# Overarm pin router



## reible (Sep 10, 2004)

Hi,

Some of you may have been reading the posting about the "bull nose help please" (http://www.routerforums.com/showthread.php?t=2072) where we talked about over arm pin routers to solve the method of routing. It just so happens that I saw one on ebay today (no it is not mine nor do I know the seller nor do I care if you buy this one) item number 6031039723.

So if you can't wait to see one check it out in the next couple of days (ends Jan 25, 2006).

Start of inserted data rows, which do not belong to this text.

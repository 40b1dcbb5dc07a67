package store

import (
	"math"
	"math/rand/v2"
	"path/filepath"
	"testing"
	"time"

	bolt "go.etcd.io/bbolt"

	"github.com/gridloupe/gridloupe/metrics"
)

// Tolerances.
const (
	// relF32 bounds float64→float32→float64: binary32 has a 24-bit significand,
	// so the relative rounding error is at most 2^-24 ≈ 6e-8 (IEEE 754-2008 §3.6).
	relF32 = 1e-6
	// degTol bounds centi-degree rounding: at most 0.005° (0.01° is common practice, no source).
	degTol = 0.01
)

// North Weir pumping station, cabinet DC-2 (invented): 230 V phase-to-neutral,
// IL 160 A; channels va, vb, vc, ia, ib, ic, in and a spare drive current ix.
func setup8(orders []int) *metrics.Setup {
	return &metrics.Setup{
		Channels: []metrics.Channel{
			{Name: "va", Kind: metrics.Voltage, Phase: 'a', FullScale: 400},
			{Name: "vb", Kind: metrics.Voltage, Phase: 'b', FullScale: 400},
			{Name: "vc", Kind: metrics.Voltage, Phase: 'c', FullScale: 400},
			{Name: "ia", Kind: metrics.Current, Phase: 'a', FullScale: 300},
			{Name: "ib", Kind: metrics.Current, Phase: 'b', FullScale: 300},
			{Name: "ic", Kind: metrics.Current, Phase: 'c', FullScale: 300},
			{Name: "in", Kind: metrics.Current, Phase: 'n', FullScale: 300},
			{Name: "ix", Kind: metrics.Current, Phase: 'a', FullScale: 100, DelayS: 12e-6},
		},
		Orders: orders, AllOrders: len(orders) == 50, Wiring: metrics.Wye,
		NominalV: 230, NominalI: 160, ILA: 160,
		Pairs:   []metrics.Pair{{Phase: 'a', V: 0, I: 3}, {Phase: 'b', V: 1, I: 4}, {Phase: 'c', V: 2, I: 5}},
		Neutral: 6, VIdx: [3]int{0, 1, 2}, IIdx: [3]int{3, 4, 5},
	}
}

// Larkfield office tower, AH-4 (invented): one voltage, one current.
func setup1(orders []int) *metrics.Setup {
	return &metrics.Setup{
		Channels: []metrics.Channel{
			{Name: "v1", Kind: metrics.Voltage, Phase: 'a'},
			{Name: "i1", Kind: metrics.Current, Phase: 'a'},
		},
		Orders: orders, Wiring: metrics.SinglePhase, NominalV: 277,
		Pairs: []metrics.Pair{{Phase: 'a', V: 0, I: 1}}, Neutral: -1, VIdx: [3]int{0, -1, -1}, IIdx: [3]int{1, -1, -1},
	}
}

// setupDelta: North Weir DC-2's incomer measured three-wire with two CTs
// (the two-wattmeter hook-up), derived by metrics.NewSetup.
func setupDelta(orders []int) *metrics.Setup {
	s, err := metrics.NewSetup(metrics.Setup{
		Channels: []metrics.Channel{
			{Name: "vab", Kind: metrics.Voltage, Phase: 'a', To: 'b', FullScale: 700},
			{Name: "vcb", Kind: metrics.Voltage, Phase: 'c', To: 'b', FullScale: 700},
			{Name: "ia", Kind: metrics.Current, Phase: 'a', FullScale: 300},
			{Name: "ic", Kind: metrics.Current, Phase: 'c', FullScale: 300},
		},
		Orders: orders, Wiring: metrics.Delta, NominalV: 400, NominalI: 160, ILA: 160, Reference: -1,
	})
	if err != nil {
		panic(err)
	}
	return s
}

// setupV is the smallest layout: one voltage channel, fundamental only.
func setupV() *metrics.Setup {
	return &metrics.Setup{
		Channels: []metrics.Channel{{Name: "va", Kind: metrics.Voltage, Phase: 'a'}},
		Orders:   []int{1}, Wiring: metrics.SinglePhase, NominalV: 230,
		Neutral: -1, VIdx: [3]int{0, -1, -1}, IIdx: [3]int{-1, -1, -1},
	}
}

func allOrders() []int {
	o := make([]int, 50)
	for i := range o {
		o[i] = i + 1
	}
	return o
}

// orders17 is a typical 3 s configuration: 1 plus 16 characteristic orders.
var orders17 = []int{1, 2, 3, 5, 7, 9, 11, 13, 15, 17, 19, 23, 25, 29, 31, 35, 37}

// fillRecord sets every value of r (sized for s) from rng, with some nulls.
// pct and pct_il follow the stored rule so the round trip can compare them.
func fillRecord(r *metrics.Record, s *metrics.Setup, rng *rand.Rand, start time.Time, withSeq bool) {
	val := func() float64 {
		if rng.IntN(20) == 0 {
			return math.NaN()
		}
		return (rng.Float64()*2 - 1) * math.Pow(10, float64(rng.IntN(8)-2))
	}
	r.Interval = metrics.Int3s
	r.Start = start
	r.DurationS = 3.0000390625
	r.Samples = 30720
	r.FreqHz = 49.98 + rng.Float64()*0.04
	r.HasFreq10s = rng.IntN(2) == 0
	r.Freq10sHz = math.NaN()
	if r.HasFreq10s {
		r.Freq10sHz = 50.01
	}
	r.Flags = metrics.Flags(rng.Uint32N(1 << 10))
	for i := range r.Channels {
		c := &r.Channels[i]
		c.RMS, c.DC, c.THDPct, c.THDH50Pct, c.TDDPct, c.TDDH50Pct = val(), val(), val(), val(), val(), val()
		c.CrestFactor = val()
		pctNull := rng.IntN(10) == 0
		h1 := 50 + rng.Float64()*200
		for j := range c.H {
			h := &c.H[j]
			h.H = s.Orders[j]
			h.RMS = h1
			if j > 0 {
				h.RMS = math.Abs(val()) * h1 / 100
			}
			h.PhaseDeg = 360*rng.Float64() - 180 + 1e-9
			if rng.IntN(10) == 0 {
				h.PhaseDeg = math.NaN()
			}
			if j == 1 {
				h.PhaseDeg = 180 // the range's closed end
			}
			h.Pct, h.PctIL = math.NaN(), math.NaN()
			if !pctNull {
				h.Pct = 100 * h.RMS / h1
			}
			if s.Channels[i].Kind == metrics.Current && s.ILA > 0 {
				h.PctIL = 100 * h.RMS / s.ILA
			}
		}
	}
	r.Phases = r.Phases[:0]
	for _, p := range s.Pairs {
		r.Phases = append(r.Phases, metrics.PhaseValues{Phase: p.Phase, P: val(), P1: val(), Q1: val(), S: val(),
			S1: val(), SN: val(), DI: val(), DV: val(), SH: val(), PF: val(), DPF: val()})
	}
	if len(r.Phases) > 0 || s.HasTotal() {
		r.Total = metrics.TotalValues{P: val(), Q1: val(), S: val(), Se: val(), Se1: val(), Ve: val(), Ie: val(), PF: val(), DPF: val(), P1Pos: val(), Q1Pos: val()}
	}
	r.SeqV, r.SeqI = nil, nil
	if withSeq {
		for j, h := range s.Orders {
			r.SeqV = append(r.SeqV, metrics.Seq{H: h, Pos: val(), Neg: val(), Zero: val()})
			if j%2 == 0 {
				r.SeqI = append(r.SeqI, metrics.Seq{H: h, Pos: val(), Neg: val(), Zero: val()})
			} else {
				r.SeqI = append(r.SeqI, metrics.Seq{H: h, Pos: 0, Neg: 1e-3, Zero: 2e5})
			}
		}
	}
	r.UnbV, r.UnbI = val(), val()
}

// smallRecord is a one-channel-pair record with only the fundamental.
func smallRecord(s *metrics.Setup, iv metrics.Interval, start time.Time, tag uint64) *metrics.Record {
	r := newRecord(s)
	r.Interval, r.Start, r.DurationS, r.Samples = iv, start, 3, tag
	r.FreqHz = 60
	for i := range r.Channels {
		r.Channels[i].RMS = 277
		r.Channels[i].H[0] = metrics.Harmonic{H: 1, RMS: 277, Pct: 100, PctIL: math.NaN()}
		for j := 1; j < len(r.Channels[i].H); j++ {
			r.Channels[i].H[j] = metrics.Harmonic{H: s.Orders[j], RMS: 2.77, Pct: 1, PctIL: math.NaN()}
		}
	}
	if len(s.Pairs) > 0 {
		r.Phases = []metrics.PhaseValues{{Phase: 'a', P: 1000, PF: 0.9}}
	}
	r.UnbV, r.UnbI = math.NaN(), math.NaN()
	return r
}

func openTest(tb testing.TB, opts Options) *DB {
	tb.Helper()
	if opts.Path == "" {
		opts.Path = filepath.Join(tb.TempDir(), "gridloupe.db")
	}
	opts.NoSync = true
	db, err := Open(opts)
	if err != nil {
		tb.Fatalf("Open: %v", err)
	}
	tb.Cleanup(func() { _ = db.Close() })
	return db
}

// checkBolt runs bbolt's consistency check (page reachability, freelist).
func checkBolt(tb testing.TB, db *DB) {
	tb.Helper()
	err := db.bdb.View(func(tx *bolt.Tx) error {
		for err := range tx.Check() {
			tb.Errorf("bbolt check: %v", err)
		}
		return nil
	})
	if err != nil {
		tb.Fatal(err)
	}
}

func near(a, b, rel float64) bool {
	if a != a || b != b {
		return a != a && b != b
	}
	return math.Abs(a-b) <= rel*math.Max(math.Abs(a), math.Abs(b))
}

func nearDeg(a, b float64) bool {
	if a != a || b != b {
		return a != a && b != b
	}
	d := math.Mod(a-b+540, 360) - 180
	return math.Abs(d) <= degTol
}

// compareRecords reports every field of got that differs from want beyond the tolerances.
func compareRecords(tb testing.TB, want, got *metrics.Record) {
	tb.Helper()
	f := func(name string, w, g float64) {
		if !near(w, g, relF32) {
			tb.Errorf("%s: got %v, want %v", name, g, w)
		}
	}
	if !got.Start.Equal(want.Start) || got.DurationS != want.DurationS || got.Samples != want.Samples ||
		got.Flags != want.Flags || got.Interval != want.Interval || got.HasFreq10s != want.HasFreq10s {
		tb.Errorf("header: got %v %v %v %v %v %v, want %v %v %v %v %v %v", got.Start, got.DurationS, got.Samples, got.Flags, got.Interval, got.HasFreq10s,
			want.Start, want.DurationS, want.Samples, want.Flags, want.Interval, want.HasFreq10s)
	}
	f("freq", want.FreqHz, got.FreqHz)
	if want.HasFreq10s {
		f("freq10s", want.Freq10sHz, got.Freq10sHz)
	}
	if len(got.Channels) != len(want.Channels) {
		tb.Fatalf("channels: got %d, want %d", len(got.Channels), len(want.Channels))
	}
	for i := range want.Channels {
		w, g := &want.Channels[i], &got.Channels[i]
		f("rms", w.RMS, g.RMS)
		f("dc", w.DC, g.DC)
		f("thd", w.THDPct, g.THDPct)
		f("thd_h50", w.THDH50Pct, g.THDH50Pct)
		f("tdd", w.TDDPct, g.TDDPct)
		f("tdd_h50", w.TDDH50Pct, g.TDDH50Pct)
		f("crest_factor", w.CrestFactor, g.CrestFactor)
		if len(g.H) != len(w.H) {
			tb.Fatalf("channel %d: %d orders, want %d", i, len(g.H), len(w.H))
		}
		for j := range w.H {
			if g.H[j].H != w.H[j].H {
				tb.Errorf("order: got %d, want %d", g.H[j].H, w.H[j].H)
			}
			f("h rms", w.H[j].RMS, g.H[j].RMS)
			f("pct", w.H[j].Pct, g.H[j].Pct)
			f("pct_il", w.H[j].PctIL, g.H[j].PctIL)
			if !nearDeg(w.H[j].PhaseDeg, g.H[j].PhaseDeg) {
				tb.Errorf("ch %d h %d phase: got %v, want %v", i, w.H[j].H, g.H[j].PhaseDeg, w.H[j].PhaseDeg)
			}
		}
	}
	if len(got.Phases) != len(want.Phases) {
		tb.Fatalf("phases: got %d, want %d", len(got.Phases), len(want.Phases))
	}
	for i := range want.Phases {
		w, g := want.Phases[i], got.Phases[i]
		if w.Phase != g.Phase {
			tb.Errorf("phase letter %c, want %c", g.Phase, w.Phase)
		}
		wv := []float64{w.P, w.P1, w.Q1, w.S, w.S1, w.SN, w.DI, w.DV, w.SH, w.PF, w.DPF}
		gv := []float64{g.P, g.P1, g.Q1, g.S, g.S1, g.SN, g.DI, g.DV, g.SH, g.PF, g.DPF}
		for k := range wv {
			f("phase value", wv[k], gv[k])
		}
	}
	if len(want.Phases) > 0 || want.Total != (metrics.TotalValues{}) {
		w, g := want.Total, got.Total
		wv := []float64{w.P, w.Q1, w.S, w.Se, w.Se1, w.Ve, w.Ie, w.PF, w.DPF, w.P1Pos, w.Q1Pos}
		gv := []float64{g.P, g.Q1, g.S, g.Se, g.Se1, g.Ve, g.Ie, g.PF, g.DPF, g.P1Pos, g.Q1Pos}
		for k := range wv {
			f("total value", wv[k], gv[k])
		}
	}
	for k, pair := range [2][2][]metrics.Seq{{want.SeqV, got.SeqV}, {want.SeqI, got.SeqI}} {
		if len(pair[0]) != len(pair[1]) {
			tb.Fatalf("sequence set %d: got %d orders, want %d", k, len(pair[1]), len(pair[0]))
		}
		for j := range pair[0] {
			if pair[0][j].H != pair[1][j].H {
				tb.Errorf("seq order %d, want %d", pair[1][j].H, pair[0][j].H)
			}
			f("pos", pair[0][j].Pos, pair[1][j].Pos)
			f("neg", pair[0][j].Neg, pair[1][j].Neg)
			f("zero", pair[0][j].Zero, pair[1][j].Zero)
		}
	}
	f("unb_v", want.UnbV, got.UnbV)
	f("unb_i", want.UnbI, got.UnbI)
}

If anyone wants to discuss this feel free to post questions or comments here. You need not confind your posts to Jigs / Fixtures even if we are in that sub heading.....

Ed


----------



## template tom (Sep 18, 2004)

Thanks Ed
This was my impression of a Overhead router I first saw 20 years ago and it is good for those to have a look at what Ed has posted as you may will be surprised by the size of the router Type Overhead r4outer when you enter Ebay for a picture of the Beast. Not something the average router user would purchase.
Tom


----------



## reible (Sep 10, 2004)

Hi Tom,

It just happen that my overarm router table is about 20+ years old...... 

Just for the record the table portion is 30" wide, the depth is 18" and to the top of the vertical tube is 61" including the stand. The actual depth is the 18" plus a few inches, sorry I don't have that dimension.... The whole system including the router and stand will be in the area of 100 pounds.

I think this is about the same foot print as larger router tables except in the height...

Ed


----------